Schools Consider Four-Day Weeks

Jim Liebelt | Senior Writer, Editor and Researcher for the HomeWord Center for Youth and Family at Azusa Pacific University | Wednesday, May 6, 2009

Schools Consider Four-Day Weeks

Facing deep funding cuts during the economic downturn, increasing numbers of school districts nationwide are contemplating trimming the traditional school week to four days to save money.

A four-day week has long been confined to a few small rural districts looking to save on fuel costs. Indeed, many of the districts thinking of shaving a day off their weekly calendar have small enrollments -- such as the 940-student district in Bisbee, Ariz.
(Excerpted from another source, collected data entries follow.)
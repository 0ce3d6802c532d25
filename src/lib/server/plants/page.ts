/** What the plant pages share: the plant from the path, or the 404 that hides another gardener's plant. */
import { error } from '@sveltejs/kit';
import { UserFacingError } from '../errors';
import type { AuthUser } from '../auth/guard';
import { pathId } from './api';
import { plantService } from './plant-service';

export async function plantPage(user: AuthUser, rawId: string) {
	try {
		return await plantService.page(user, pathId(rawId, 'plant'));
	} catch (e) {
		if (e instanceof UserFacingError && e.status === 404) error(404, 'No such plant');
		throw e;
	}
}

/** The id of the path for an action; a bad one is the same 404 as a plant that is not yours. */
export function plantIdOf(rawId: string): number {
	try {
		return pathId(rawId, 'plant');
	} catch {
		error(404, 'No such plant');
	}
}
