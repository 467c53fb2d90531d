// The helm's serial output on a pseudo-terminal (posix_openpt(3)): the sink's end of the pty
// stands for the bridge's serial port, the test reads the other end (the master) and decodes
// what arrived with the project's own NMEA decoder (decode::decodeRouteNmea, checksums checked).
// 1. HelmOutputs with the real serial sink: exclusive (a second opener is refused), raw output
//    (CR LF arrives as sent: with OPOST/ONLCR on, a fresh pty's default, it would arrive as
//    CR CR LF; Boost.Asio's open clears OPOST too, so this checks the outcome, not our line), the
//    configured baud, and after the far end goes away a failed send, an outage logged once
//    (event output_outage) and the port reopened through the same path (a symlink, as udev's
//    /dev/serial/by-id names are) when it is back.
// 2. End to end: `swathguard demo` steering to a serial [[output]] on a pty at 1 Hz, then
//    `swathguard route LOG --to serial:PTY@9600`: WPL and RTE read from the pty and decoded by
//    our decoder and by pynmea2 1.15.0 (Debian python3-nmea2, a general-purpose NMEA 0183
//    parser; tests/helm/py/decode_route.py), the waypoints checked against infill.geojson.
#include <gtest/gtest.h>

#include <fcntl.h>
#include <poll.h>
#include <termios.h>
#include <unistd.h>

#include <atomic>
#include <cmath>
#include <cstdio>
#include <cstdlib>
#include <filesystem>
#include <fstream>
#include <map>
#include <sstream>
#include <thread>

#include <nlohmann/json.hpp>

#include "decode/nmea.hpp"
#include "helm/steering_sentences.hpp"
#include "io/helm_output.hpp"
#include "../demo_on_ports.hpp"
#include "../shell_output.hpp"

namespace fs = std::filesystem;
using namespace sg;

using sg::test::readFile;
constexpr auto* run = &sg::test::commandOutput;

namespace {

// One pseudo-terminal: the master (ours) and the name of the other end.
struct Pty {
    int master = -1;
    std::string slave;
    Pty() {
        master = ::posix_openpt(O_RDWR | O_NOCTTY);
        if (master < 0 || ::grantpt(master) != 0 || ::unlockpt(master) != 0) return;
        if (const char* n = ::ptsname(master)) slave = n;
    }
    ~Pty() { close(); }
    void close() {
        if (master >= 0) ::close(master);
        master = -1;
    }
    bool ok() const { return master >= 0 && !slave.empty(); }
    // Everything readable within `ms` of quiet (returns when nothing more comes).
    std::string drain(int ms = 200) const {
        std::string out;
        char buf[4096];
        while (true) {
            pollfd p{master, POLLIN, 0};
            if (::poll(&p, 1, ms) <= 0 || !(p.revents & POLLIN)) break;
            const auto n = ::read(master, buf, sizeof buf);
            if (n <= 0) break;
            out.append(buf, static_cast<std::size_t>(n));
        }
        return out;
    }
};

std::vector<std::string> splitCrLf(const std::string& bytes, std::string* rest = nullptr) {
    std::vector<std::string> lines;
    std::size_t at = 0;
    for (auto e = bytes.find("\r\n"); e != std::string::npos; e = bytes.find("\r\n", at)) {
        lines.push_back(bytes.substr(at, e - at));
        at = e + 2;
    }
    if (rest) *rest = bytes.substr(at);
    return lines;
}

helm::SteeringFix exampleFix() {
    helm::SteeringFix f;
    f.valid = true;
    f.origin_id = "HF01A";
    f.dest_id = "HF01B";
    f.dest = {52.1852, 4.5};
    f.xte_m = 20.0;
    f.bearing_origin_dest_deg = 45.0;
    f.bearing_to_dest_deg = 44.9;
    f.range_to_dest_m = 555.6;
    return f;
}

}  // namespace

TEST(HelmSerial, ExclusiveRawAtTheBaudAndReopenedAfterTheFarEndWentAway) {
    Pty a;
    ASSERT_TRUE(a.ok()) << "posix_openpt: " << std::strerror(errno);
    const fs::path dir = fs::temp_directory_path() / ("sg_helm_serial_" + std::to_string(getpid()));
    fs::remove_all(dir);
    fs::create_directories(dir);
    const fs::path link = dir / "bridge";
    fs::create_symlink(a.slave, link);

    helm::OutputConfig o;
    o.name = "bridge";
    o.transport = "serial";
    o.device = link.string();
    o.baud = 38400;
    io::HelmOutputs helm({o});
    std::int64_t next_id = 100;
    helm.setEventIds([&next_id] { return next_id++; });

    // The configured baud and raw output, read back from the pty pair's termios (on Linux the
    // master's tcgetattr(3) gives the other end's settings).
    auto checkTermios = [](int master) {
        termios t{};
        ASSERT_EQ(::tcgetattr(master, &t), 0);
        EXPECT_EQ(::cfgetospeed(&t), static_cast<speed_t>(B38400));
        EXPECT_EQ(t.c_oflag & OPOST, 0u) << "output processing left on";
        EXPECT_EQ(t.c_cflag & CSIZE, static_cast<tcflag_t>(CS8));
        EXPECT_EQ(t.c_cflag & (PARENB | CSTOPB), 0u);
    };
    checkTermios(a.master);

    // Exclusive: a second sink (a second program) on the same port is refused at open.
    try {
        io::openLineSink(o);
        ADD_FAILURE() << "a second opener was let in";
    } catch (const std::runtime_error& e) {
        EXPECT_NE(std::string(e.what()).find("held by another process"), std::string::npos) << e.what();
        EXPECT_NE(std::string(e.what()).find("output 'bridge'"), std::string::npos) << e.what();
    }

    // Steering sentences and a route go out byte for byte: each ends CR LF, never CR CR LF.
    const helm::SentenceOptions opt;
    std::vector<std::string> sent{helm::buildXte(exampleFix(), opt), helm::buildApb(exampleFix(), opt),
                                  helm::buildRmb(exampleFix(), opt)};
    for (const auto& s : helm::buildRoute("INFILL", {{"I01A", {52.18, 4.49}}, {"I01B", {52.19, 4.51}}}, opt))
        sent.push_back(s);
    EXPECT_EQ(helm.sendNow(sent, 1'000'000'000, 5'000'000'000), 0u);
    std::string expect;
    for (const auto& s : sent) expect += s + "\r\n";
    const std::string got = a.drain();
    ASSERT_EQ(got, expect);
    std::map<std::string, int> types;
    for (const auto& line : splitCrLf(got)) {
        const auto d = decode::decodeRouteNmea(line);
        ASSERT_EQ(d.reason, decode::Reason::Ok) << line << ": " << d.detail;
        EXPECT_TRUE(d.checksum_ok) << line;
        types[d.type]++;
    }
    EXPECT_EQ(types, (std::map<std::string, int>{{"XTE", 1}, {"APB", 1}, {"RMB", 1}, {"WPL", 2}, {"RTE", 1}}));
    log::Batch b0;
    helm.takeRows(b0);
    EXPECT_TRUE(b0.events.empty());

    // The far end goes away (the adapter unplugged): the write fails (EIO on a hung-up pty),
    // the outage starts once, and while the device is missing every send fails without a
    // second event.
    a.close();
    EXPECT_EQ(helm.sendNow({sent[0]}, 2'000'000'000, 6'000'000'000), 1u);
    EXPECT_EQ(helm.sendNow({sent[0]}, 3'000'000'000, 7'000'000'000), 1u);
    EXPECT_TRUE(helm.counts()[0].in_outage);
    EXPECT_EQ(helm.counts()[0].outages, 1u);
    EXPECT_EQ(helm.counts()[0].failed, 2u);
    log::Batch b1;
    helm.takeRows(b1);
    ASSERT_EQ(b1.events.size(), 1u);
    EXPECT_EQ(b1.events[0].kind, "output_outage");
    EXPECT_EQ(b1.events[0].source, "bridge");
    EXPECT_EQ(b1.events[0].start_utc_ns, 6'000'000'000);
    EXPECT_FALSE(b1.events[0].detail.empty());
    EXPECT_TRUE(b1.event_ends.empty());

    // Back under the same name (a new pty behind the symlink): the next send reopens it, at the
    // configured baud and raw again, and ends the outage (duration on the wall clock).
    Pty b;
    ASSERT_TRUE(b.ok());
    fs::remove(link);
    fs::create_symlink(b.slave, link);
    EXPECT_EQ(helm.sendNow({sent[2]}, 4'000'000'000, 9'500'000'000), 0u);
    EXPECT_EQ(b.drain(), sent[2] + "\r\n");
    checkTermios(b.master);
    EXPECT_FALSE(helm.counts()[0].in_outage);
    log::Batch b2;
    helm.takeRows(b2);
    EXPECT_TRUE(b2.events.empty());
    ASSERT_EQ(b2.event_ends.size(), 1u);
    EXPECT_EQ(b2.event_ends[0].id, b1.events[0].id);
    EXPECT_EQ(b2.event_ends[0].end_utc_ns, 9'500'000'000);
    ASSERT_TRUE(b2.event_ends[0].value.has_value());
    EXPECT_NEAR(*b2.event_ends[0].value, 3.5, 1e-9);
    EXPECT_NE(helm.summaryText("t").find("1 outage(s)"), std::string::npos) << helm.summaryText("t");
    fs::remove_all(dir);
}

TEST(HelmSerial, DemoSteersOverAPtyAndTheRouteIsReadByAnIndependentParser) {
    Pty pty;
    ASSERT_TRUE(pty.ok());
    const fs::path dir = fs::temp_directory_path() / ("sg_helm_serial_demo_" + std::to_string(getpid()));
    fs::remove_all(dir);
    fs::create_directories(dir);
    const fs::path demo = fs::path(SG_SOURCE_DIR) / "replay_logs/demo";
    std::string cfg = sg::testdata::demoConfigWithAbsolutePlan();
    for (const char* f : {"plan_area.geojson", "plan_lines.geojson"})
        ASSERT_NE(cfg.find("\"" + (demo / f).string() + "\""), std::string::npos);
    cfg += "\n[[output]]\nname = \"bridge\"\nkind = \"steering\"\ntransport = \"serial\"\ndevice = \"" + pty.slave +
           "\"\nbaud = 4800\nrate_hz = 1\nsentences = [\"XTE\", \"APB\", \"RMB\"]\n";
    std::ofstream(dir / "survey.toml") << cfg;

    // The pty holds a few KB: read while the demo runs.
    std::string got;
    std::atomic<bool> done{false};
    std::thread rx([&] {
        while (!done) got += pty.drain(100);
        got += pty.drain(100);
    });
    // 900 s of survey at 60x (about 15 s): long enough for missed ground, so an infill plan.
    const std::string out = run(std::string(SG_BINARY_DIR) + "/app/swathguard demo --config " +
                                (dir / "survey.toml").string() + " --out " + (dir / "out").string() +
                                " --duration 900 --speed 60 2>&1");
    done = true;
    rx.join();
    ASSERT_NE(out.find("output 'bridge' (serial " + pty.slave + " 4800 baud)"), std::string::npos) << out;
    EXPECT_NE(out.find(" 0 failed"), std::string::npos) << out;
    std::string rest;
    const auto lines = splitCrLf(got, &rest);
    EXPECT_TRUE(rest.empty()) << rest;
    EXPECT_EQ(got.find("\r\r"), std::string::npos);
    // 1 Hz of survey time, three sentences each: about 3 x 901.
    EXPECT_GE(lines.size(), 3u * 890u);
    EXPECT_LE(lines.size(), 3u * 902u);
    std::map<std::string, int> valid;
    for (const auto& line : lines) {
        const auto d = decode::decodeRouteNmea(line);
        ASSERT_EQ(d.reason, decode::Reason::Ok) << line << ": " << d.detail;
        EXPECT_TRUE(d.checksum_ok) << line;
        if (const auto* x = std::get_if<decode::Xte>(&d.data); x && x->valid) valid["XTE"]++;
        if (const auto* r = std::get_if<decode::Rmb>(&d.data); r && r->valid) valid["RMB"]++;
    }
    EXPECT_GT(valid["XTE"], 300);
    EXPECT_EQ(valid["XTE"], valid["RMB"]);

    // The infill plan of that log as a route over the same port, on request.
    const fs::path log = dir / "out/demo.sglog";
    const std::string rout = run(std::string(SG_BINARY_DIR) + "/app/swathguard route " + log.string() +
                                 " --to serial:" + pty.slave + "@9600 2>&1");
    const std::string bytes = pty.drain(300);
    ASSERT_NE(rout.find("0 failed"), std::string::npos) << rout;
    const auto route = splitCrLf(bytes, &rest);
    EXPECT_TRUE(rest.empty());
    ASSERT_GE(route.size(), 3u) << rout;
    std::vector<decode::Wpl> wpls;
    std::vector<std::string> rte_ids;
    std::ofstream lf(dir / "route.txt");
    for (const auto& line : route) {
        lf << line << "\n";
        const auto d = decode::decodeRouteNmea(line);
        ASSERT_EQ(d.reason, decode::Reason::Ok) << line;
        EXPECT_TRUE(d.checksum_ok);
        if (const auto* w = std::get_if<decode::Wpl>(&d.data)) wpls.push_back(*w);
        if (const auto* r = std::get_if<decode::Rte>(&d.data)) {
            EXPECT_EQ(r->route_id, "INFILL");
            EXPECT_EQ(r->mode, 'c');
            rte_ids.insert(rte_ids.end(), r->waypoints.begin(), r->waypoints.end());
        }
    }
    lf.close();
    // Two waypoints per infill line of infill.geojson (the demo's own export of the same plan,
    // read here as plain GeoJSON), in rank order, each to 0.0001 minute (WPL's resolution).
    const auto infill = nlohmann::json::parse(readFile(dir / "out/infill.geojson"));
    ASSERT_EQ(wpls.size(), 2 * infill["features"].size());
    ASSERT_EQ(rte_ids.size(), wpls.size());
    for (std::size_t i = 0; i < wpls.size(); ++i) {
        const auto& c = infill["features"][i / 2]["geometry"]["coordinates"];
        const auto& p = i % 2 == 0 ? c.front() : c.back();
        EXPECT_NEAR(wpls[i].lat_deg, p[1].get<double>(), 0.00006 / 60) << i;
        EXPECT_NEAR(wpls[i].lon_deg, p[0].get<double>(), 0.00006 / 60) << i;
        EXPECT_EQ(rte_ids[i], wpls[i].id);
    }

    // The independent parser: pynmea2 (Debian python3-nmea2), checksums checked.
    // Debian's python3 by its path: a python3 earlier on PATH (pyenv, a venv) has not got
    // Debian's dist-packages.
    if (!fs::exists("/usr/bin/python3"))
        GTEST_SKIP() << "/usr/bin/python3 not installed: the independent parser (Debian python3-nmea2) cannot run";
    if (run("/usr/bin/python3 -c 'import pynmea2' 2>&1 && echo ok").find("ok") == std::string::npos)
        GTEST_SKIP() << "pynmea2 missing: apt-get install python3-nmea2 (scripts/install-deps.sh): the route's "
                        "independent check did not run";
    const std::string js = run("/usr/bin/python3 " + std::string(SG_SOURCE_DIR) + "/tests/helm/py/decode_route.py " +
                               (dir / "route.txt").string() + " 2>&1");
    std::istringstream in(js);
    std::string row;
    std::size_t k = 0, w = 0;
    std::vector<std::string> py_rte;
    while (std::getline(in, row)) {
        ASSERT_LT(k, route.size()) << row;
        const auto j = nlohmann::json::parse(row);
        ASSERT_FALSE(j.contains("error")) << row;
        EXPECT_EQ(j["line"].get<std::string>(), route[k]);
        ++k;
        if (j["type"] == "WPL") {
            ASSERT_LT(w, wpls.size());
            EXPECT_NEAR(j["lat"].get<double>(), wpls[w].lat_deg, 1e-12) << row;
            EXPECT_NEAR(j["lon"].get<double>(), wpls[w].lon_deg, 1e-12) << row;
            EXPECT_EQ(j["id"].get<std::string>(), wpls[w].id) << row;
            ++w;
        } else {
            ASSERT_EQ(j["type"], "RTE") << row;
            EXPECT_EQ(j["route_id"], "INFILL");
            EXPECT_EQ(j["mode"], "c");
            for (const auto& id : j["waypoints"]) py_rte.push_back(id.get<std::string>());
        }
    }
    EXPECT_EQ(k, route.size()) << js.substr(0, 2000);
    EXPECT_EQ(w, wpls.size());
    EXPECT_EQ(py_rte, rte_ids);
    std::printf("serial demo: %zu steering sentences (%d valid XTE); route: %zu WPL + %zu RTE, all read by pynmea2\n",
                lines.size(), valid["XTE"], wpls.size(), route.size() - wpls.size());
    fs::remove_all(dir);
}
But some districts contemplating the move serve suburban or urban areas. The idea is being floated in South Florida's Broward County, the nation's fifth-largest school system.

A recent University of Washington study found that states are cutting 18% of their education spending over the next three years, eliminating as many as 574,000 jobs.

"When everything's lean and states have no money and are cutting budgets to schools, it's an easy way to save money without cutting staff," said Gary Spiker, superintendent of the tiny Ash Fork School District in northern Arizona, which has had a four-day week since the 1980s.

Typically, districts that hold classes four days a week extend school hours 60 to 90 minutes per day. Education experts say there are no definitive data showing whether a four-day week benefits or harms students.

The most common concern is voiced by parents who may have to scramble for an extra full day of child care. "For parents, the issue is if Johnny's not in school on Monday or Friday, where is he going to be?" said Marc Egan of the National School Boards Assn.